Given data Start Marker

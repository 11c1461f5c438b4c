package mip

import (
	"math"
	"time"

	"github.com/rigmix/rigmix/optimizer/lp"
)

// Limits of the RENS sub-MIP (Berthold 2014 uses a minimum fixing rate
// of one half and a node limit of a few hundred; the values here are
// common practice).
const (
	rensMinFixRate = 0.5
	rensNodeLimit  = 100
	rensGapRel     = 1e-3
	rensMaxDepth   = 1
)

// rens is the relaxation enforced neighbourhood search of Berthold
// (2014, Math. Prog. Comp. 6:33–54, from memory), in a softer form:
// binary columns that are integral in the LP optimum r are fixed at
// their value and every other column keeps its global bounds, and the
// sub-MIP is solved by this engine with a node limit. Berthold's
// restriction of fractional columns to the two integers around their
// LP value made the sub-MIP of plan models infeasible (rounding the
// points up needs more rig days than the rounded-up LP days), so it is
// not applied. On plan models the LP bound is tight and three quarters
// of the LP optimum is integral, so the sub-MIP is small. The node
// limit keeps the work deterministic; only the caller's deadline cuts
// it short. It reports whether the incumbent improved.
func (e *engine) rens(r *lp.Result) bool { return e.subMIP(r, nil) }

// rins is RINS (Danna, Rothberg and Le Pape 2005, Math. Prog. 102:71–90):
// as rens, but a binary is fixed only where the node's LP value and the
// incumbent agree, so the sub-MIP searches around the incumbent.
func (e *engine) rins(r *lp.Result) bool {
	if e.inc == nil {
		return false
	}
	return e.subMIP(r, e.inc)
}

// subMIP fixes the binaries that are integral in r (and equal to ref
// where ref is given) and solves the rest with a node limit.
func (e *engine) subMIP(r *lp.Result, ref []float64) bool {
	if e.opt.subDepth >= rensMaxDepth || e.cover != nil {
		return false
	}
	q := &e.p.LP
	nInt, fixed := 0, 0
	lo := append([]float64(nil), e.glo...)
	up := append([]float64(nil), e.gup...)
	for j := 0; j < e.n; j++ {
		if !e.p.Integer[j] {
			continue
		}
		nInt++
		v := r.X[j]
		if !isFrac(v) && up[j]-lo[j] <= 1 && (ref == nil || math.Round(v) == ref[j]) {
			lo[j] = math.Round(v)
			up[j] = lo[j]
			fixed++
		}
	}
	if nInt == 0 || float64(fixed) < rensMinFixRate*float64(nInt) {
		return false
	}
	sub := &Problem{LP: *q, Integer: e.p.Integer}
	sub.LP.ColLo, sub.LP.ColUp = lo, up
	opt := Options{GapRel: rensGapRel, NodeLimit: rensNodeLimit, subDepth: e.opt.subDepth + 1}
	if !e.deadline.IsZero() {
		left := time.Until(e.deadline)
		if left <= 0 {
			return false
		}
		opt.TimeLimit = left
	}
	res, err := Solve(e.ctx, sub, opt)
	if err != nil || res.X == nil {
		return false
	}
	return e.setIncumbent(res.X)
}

Given data End Marker
Given data Start Marker

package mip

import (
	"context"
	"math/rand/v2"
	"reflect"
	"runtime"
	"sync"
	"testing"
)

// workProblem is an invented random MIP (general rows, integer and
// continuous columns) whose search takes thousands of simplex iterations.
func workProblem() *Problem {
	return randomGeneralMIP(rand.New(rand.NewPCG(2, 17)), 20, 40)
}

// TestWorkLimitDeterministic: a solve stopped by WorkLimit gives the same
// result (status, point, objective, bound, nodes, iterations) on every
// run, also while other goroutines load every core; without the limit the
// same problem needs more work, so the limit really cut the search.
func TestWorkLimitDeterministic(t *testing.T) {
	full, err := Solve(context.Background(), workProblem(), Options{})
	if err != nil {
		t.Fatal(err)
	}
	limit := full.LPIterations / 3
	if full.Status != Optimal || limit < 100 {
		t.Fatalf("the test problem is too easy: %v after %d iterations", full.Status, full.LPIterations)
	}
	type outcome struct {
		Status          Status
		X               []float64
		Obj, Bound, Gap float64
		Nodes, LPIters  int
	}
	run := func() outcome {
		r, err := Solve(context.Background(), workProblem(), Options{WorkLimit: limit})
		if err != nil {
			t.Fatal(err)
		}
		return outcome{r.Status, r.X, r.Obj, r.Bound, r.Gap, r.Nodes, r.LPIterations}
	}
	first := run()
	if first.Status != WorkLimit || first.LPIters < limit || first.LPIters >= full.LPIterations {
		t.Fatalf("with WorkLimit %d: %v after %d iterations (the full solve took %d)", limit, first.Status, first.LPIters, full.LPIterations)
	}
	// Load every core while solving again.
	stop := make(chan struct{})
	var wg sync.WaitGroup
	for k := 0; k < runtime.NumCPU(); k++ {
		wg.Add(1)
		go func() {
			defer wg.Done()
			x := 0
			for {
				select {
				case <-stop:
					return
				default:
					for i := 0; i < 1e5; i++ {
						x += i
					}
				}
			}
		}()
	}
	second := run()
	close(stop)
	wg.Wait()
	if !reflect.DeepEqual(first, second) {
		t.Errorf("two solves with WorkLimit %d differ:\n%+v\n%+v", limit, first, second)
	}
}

Given data End Marker

• _Task to carry out_
Of all the entries above, retype exactly the lines from the line with "repository 11c1461f5c438b4c" to the line with "and three quarters", both included, and no others.

• _Answer to the problem_
repository 11c1461f5c438b4c
package mip

import (
	"math"
	"time"

	"github.com/rigmix/rigmix/optimizer/lp"
)

// Limits of the RENS sub-MIP (Berthold 2014 uses a minimum fixing rate
// of one half and a node limit of a few hundred; the values here are
// common practice).
const (
	rensMinFixRate = 0.5
	rensNodeLimit  = 100
	rensGapRel     = 1e-3
	rensMaxDepth   = 1
)

// rens is the relaxation enforced neighbourhood search of Berthold
// (2014, Math. Prog. Comp. 6:33–54, from memory), in a softer form:
// binary columns that are integral in the LP optimum r are fixed at
// their value and every other column keeps its global bounds, and the
// sub-MIP is solved by this engine with a node limit. Berthold's
// restriction of fractional columns to the two integers around their
// LP value made the sub-MIP of plan models infeasible (rounding the
// points up needs more rig days than the rounded-up LP days), so it is
// not applied. On plan models the LP bound is tight and three quarters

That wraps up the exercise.